In early March 2021 US Secretary of State Antony Blinken summarized ambitious new US proposals for Afghanistan’s near future in letters (52) and documents (53) shared with Afghanistan’s President Ghani and Chairman Abdullah. (54) (55) These documents outline in some detail (i) a possible roadmap to a permanent cease-fire, (ii) the structure of a temporary unity government, (iii) the principles of a new constitution, and (iv) a future permanent government structure.(56) In essence, they constituted a “shake-and-bake” peace settlement confected in Washington DC and reflecting its ongoing vision for Afghanistan. There’s little doubt that this eleventh-hour effort to gain substantial influence over the Kabul-Taliban negotiations would shape the Taliban’s reaction (57) to Biden’s eleventh-hour breach of the 2020 US-Taliban “Agreement for Bringing Peace to Afghanistan.”(58)

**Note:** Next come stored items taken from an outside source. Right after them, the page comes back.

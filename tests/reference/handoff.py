"""Independent checks of the hand-off features, with pandas, pyarrow and openpyxl.

  handoff.py perturb PANEL_CSV OUTDIR
      writes OUTDIR/old.csv (the demo bundle's cleaned panel without `source_row`) and
      OUTDIR/new.csv: a seeded copy with firm-years removed and added, a whole firm removed,
      numbers changed (some within, some beyond the tolerance the test passes), text changed,
      values blanked and filled, text changed only in case and spaces, two columns renamed
      and one copied under a new name.
  handoff.py compare OUTDIR SUMMARY_JSON CHANGES_CSV
      recounts with pandas what `compare` reports: firm-years and entities added and removed,
      and per column the cells changed beyond |new - old| > abs + rel * |old| (abs 0,
      rel 1e-6, revenue abs 10, the options the test passes), values that vanished or
      appeared; the change ledger must list exactly those cells; and the columns only in one
      vintage that hold another's values under a new name.
  handoff.py parquet BUNDLE
      reads panel.parquet's key-value metadata with pyarrow: each column's entry must equal
      dictionary.json's, and the labels must be the rules' labels; each entry's type and
      where the column's values lie, recomputed from panel.parquet with pyarrow and pandas.
  handoff.py xlsx CSV XLSX
      writes the CSV as a spreadsheet with openpyxl (numbers as numbers, one sheet "panel").
  handoff.py groups BUNDLE
      recomputes winsorizing of roa and leverage by sector x fiscal year with numpy, groups
      smaller than 1 / (the smaller tail) taking the pooled cutoffs, and the audit's outlier
      counts by the same groups when the report has them; corrections.csv must list exactly
      the cells moved, each with its old value and its cutoff; and the cleaned panel's
      smallest value, quartiles and largest value of every numeric column, by pandas.
  handoff.py yearend DATA_DIR REPORT_JSON
      derives the fiscal year from the demo's year-end dates with pandas (month <= 5: the
      previous year), recounts the key steps on it and the firms whose year-end month changed,
      and compares with an `audit` report made with the demo's rules_year_end.toml.
  handoff.py xlsx-hostile OUTDIR
      writes merged.xlsx (merged cells) and mixed.xlsx (a number typed as text in a number
      column, a number in a text column, a sheet with only a header, an empty sheet) and
      dates.xlsx (year-end dates) and written.xlsx (numbers typed as text with thousands
      separators, in parentheses or with a percent sign).

Prints `N passed, M failed`; exits 1 on any mismatch.
"""

import json
import os
import sys

import numpy as np
import pandas as pd

passed = failed = 0


def check(name, ok, detail=""):
    global passed, failed
    if ok:
        passed += 1
    else:
        failed += 1
        print(f"MISMATCH {name}: {detail}")


def read(path):
    # round_trip: the same doubles polars parses from the same text.
    return pd.read_csv(path, float_precision="round_trip", keep_default_na=True)


def perturb(panel_csv, outdir):
    old = read(panel_csv).drop(columns=["source_row"])
    rng = np.random.default_rng(7)
    new = old.copy()
    # A whole firm leaves; a few firm-years drop out; two firm-years and a new firm arrive.
    gone = new["firm_id"].iloc[0]
    new = new[new["firm_id"] != gone]
    new = new.drop(index=rng.choice(new.index, 5, replace=False))
    extra = new.drop_duplicates("firm_id").iloc[:2].copy()
    extra["fiscal_year"] = 2030
    newcomer = new.iloc[:1].copy()
    newcomer["firm_id"] = "VM99999"
    new = pd.concat([new, extra, newcomer], ignore_index=True)
    idx = rng.choice(new.index[:-3], 40, replace=False)
    # Numbers: 10 revenue changes below its absolute tolerance of 10, 10 beyond it; 10 tiny
    # relative changes to assets (below 1e-6); 5 big ones.
    new.loc[idx[:10], "revenue"] += 3.0
    new.loc[idx[10:20], "revenue"] += 250.0
    new.loc[idx[20:30], "assets_total"] *= 1 + 1e-9
    new.loc[idx[30:35], "assets_total"] += 1000.0
    # Text, a value blanked and one filled.
    new.loc[idx[35:37], "sector"] = "Sector Zeta"
    new.loc[idx[37:39], "op_profit"] = np.nan
    blank = new.index[new["rnd_spend"].isna()][:1]
    new.loc[blank, "rnd_spend"] = 12.5
    # Seven other firm-years' sector in capitals with a trailing space: changed only in case
    # and spaces.
    rest = [i for i in new.index[:-3] if i not in set(idx)]
    recased = np.random.default_rng(11).choice(rest, 7, replace=False)
    new.loc[recased, "sector"] = new.loc[recased, "sector"].str.upper() + " "
    # Two columns renamed, their values kept (a provider's new field names), and a copy of a
    # column both vintages keep under a new name: only the renamed pairs hold a removed
    # column's values.
    new = new.rename(columns={"region": "area", "cur_assets": "current_assets"})
    new["debt_short_copy"] = new["debt_short"]
    old.to_csv(f"{outdir}/old.csv", index=False)
    new.to_csv(f"{outdir}/new.csv", index=False)
    # The same two vintages with the new one's rows in key order, as bundles and many exports
    # are (new.csv has its arrivals at the end): compared by another path, to the same counts.
    os.makedirs(f"{outdir}/sorted", exist_ok=True)
    old.to_csv(f"{outdir}/sorted/old.csv", index=False)
    new.sort_values(["firm_id", "fiscal_year"]).to_csv(f"{outdir}/sorted/new.csv", index=False)
    print("wrote old.csv and new.csv, and sorted/")


def compare(outdir, summary_json, changes_csv):
    old = read(f"{outdir}/old.csv")
    new = read(f"{outdir}/new.csv")
    summary = json.load(open(summary_json))
    ledger = pd.read_csv(changes_csv, dtype={"column": str})
    keys = ["firm_id", "fiscal_year"]
    m = old.merge(new, on=keys, how="outer", suffixes=("__o", "__n"), indicator=True)
    added = int((m["_merge"] == "right_only").sum())
    removed = int((m["_merge"] == "left_only").sum())
    check("firm-years added", added == summary["firm_years_added"], (added, summary))
    check("firm-years removed", removed == summary["firm_years_removed"], removed)
    check("firm-years in both", int((m["_merge"] == "both").sum()) == summary["firm_years_in_both"])
    ea = sorted(set(new["firm_id"]) - set(old["firm_id"]))
    er = sorted(set(old["firm_id"]) - set(new["firm_id"]))
    check("entities added", ea == summary["entities_added"], (ea, summary["entities_added"]))
    check("entities removed", er == summary["entities_removed"], er)
    both = m[m["_merge"] == "both"]
    by_col = {c["column"]: c for c in summary["columns"]}
    expected_cells = set()
    for c in [c for c in old.columns if c not in keys and c in new.columns]:
        o, n = both[f"{c}__o"], both[f"{c}__n"]
        presence = o.isna() != n.isna()
        if pd.api.types.is_numeric_dtype(o) and pd.api.types.is_numeric_dtype(n):
            tol_abs = 10.0 if c == "revenue" else 0.0
            value = (n - o).abs() > tol_abs + 1e-6 * o.abs()
        else:
            value = o.astype(str) != n.astype(str)
        changed = presence | (o.notna() & n.notna() & value)
        check(f"{c}: cells changed", int(changed.sum()) == by_col[c]["cells_changed"],
              (int(changed.sum()), by_col[c]))
        if not pd.api.types.is_numeric_dtype(o) and not pd.api.types.is_numeric_dtype(n):
            fold = lambda x: x.astype(str).str.strip().str.lower()
            folded = int((changed & o.notna() & n.notna() & (fold(o) == fold(n))).sum())
            check(f"{c}: case or spaces only", by_col[c].get("case_or_spaces_only") == folded,
                  (by_col[c].get("case_or_spaces_only"), folded))
            if c == "sector":
                check("sector recased planted", folded == 7, folded)
        check(f"{c}: became missing", int((o.notna() & n.isna()).sum()) == by_col[c]["became_missing"])
        check(f"{c}: became present", int((o.isna() & n.notna()).sum()) == by_col[c]["became_present"])
        for _, r in both[changed].iterrows():
            expected_cells.add((r["firm_id"], int(r["fiscal_year"]), c))
    # Columns only in one vintage holding the same values on every firm-year in both (missing
    # alike, numbers within the tolerance, text equal), values that vary; each column paired
    # once, a removed column with the first added one that matches.
    removed_cols = [c for c in old.columns if c not in keys and c not in new.columns]
    added_cols = [c for c in new.columns if c not in keys and c not in old.columns]
    same, taken = [], set()
    for r in removed_cols:
        o = both[r]
        for a in added_cols:
            n = both[a]
            if a in taken or o.nunique() < 2 or not (o.isna() == n.isna()).all():
                continue
            if pd.api.types.is_numeric_dtype(o) and pd.api.types.is_numeric_dtype(n):
                tol_abs = 10.0 if r == "revenue" else 0.0
                alike = ((n - o).abs() <= tol_abs + 1e-6 * o.abs())[o.notna()].all()
            elif pd.api.types.is_numeric_dtype(o) or pd.api.types.is_numeric_dtype(n):
                alike = False
            else:
                alike = (o.astype(str) == n.astype(str)).all()
            if alike:
                same.append((r, a))
                taken.add(a)
                break
    got = [(p["old"], p["new"]) for p in summary["same_values"]]
    check("same values under another name", got == same, (got, same))
    check("renamed pairs planted", same == [("region", "area"), ("cur_assets", "current_assets")],
          same)
    # Planted changes are found: 10 revenue changes beyond 10, none of the 10 below it; 5
    # large asset changes, none of the 10 tiny ones.
    check("revenue beyond tolerance", by_col["revenue"]["cells_changed"] == 10)
    check("assets beyond tolerance", by_col["assets_total"]["cells_changed"] == 5)
    cells = ledger[ledger["change"] == "value changed"]
    got = {(r["firm_id"], int(r["fiscal_year"]), r["column"]) for _, r in cells.iterrows()}
    check("ledger cells", got == expected_cells, (len(got), len(expected_cells)))
    check("ledger rows added", int((ledger["change"] == "firm-year added").sum()) == added)
    check("ledger rows removed", int((ledger["change"] == "firm-year removed").sum()) == removed)
    check("changed flag", summary["changed"] is True)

For the immediate future the United States had prepared “a revised 90-day Reduction-in Violence, which is intended to prevent a Spring Offensive by the Taliban.”(59) Blinken also asked the UN to convene a meeting of representatives from Russia, China, Pakistan, Iran, India, and the United States to discuss a joint approach to shaping a new order in Afghanistan.(60) Similarly, the USA has pushed to accelerate settlement negotiations between the Kabul and the Taliban. To this end, the UN, USA, Turkey, and Qatar proposed a session to be held April 24 in Istanbul, but this had to be postponed due to the Taliban’s refusal to attend such summits until foreign troops leave the country, as promised. (61) (62)

The Taliban see these machinations as an effort to overturn the 2020 agreement, strengthen the political and military position of Kabul, and revive some elements of earlier Western nation-building plans. Washington had hoped to significantly advance this program before the end of the revised troop withdrawal schedule. Should the Kabul government and a varied assembly of world powers coalesce around Blinken’s proposals, international pressure on the Taliban might intensify. But there is no good reason to believe that this imperious approach would succeed now anymore than before. It could, however, prolong the conflict and America’s involvement in it.

* “The Fog at the End or the Tunnel” is a paraphrase of “Light at the End of the Tunnel,” which was a statement commonly used by US government officials during the Vietnam War era to argue that the end of the war or a turning point in the war was coming into sight, even if not immediately obvious.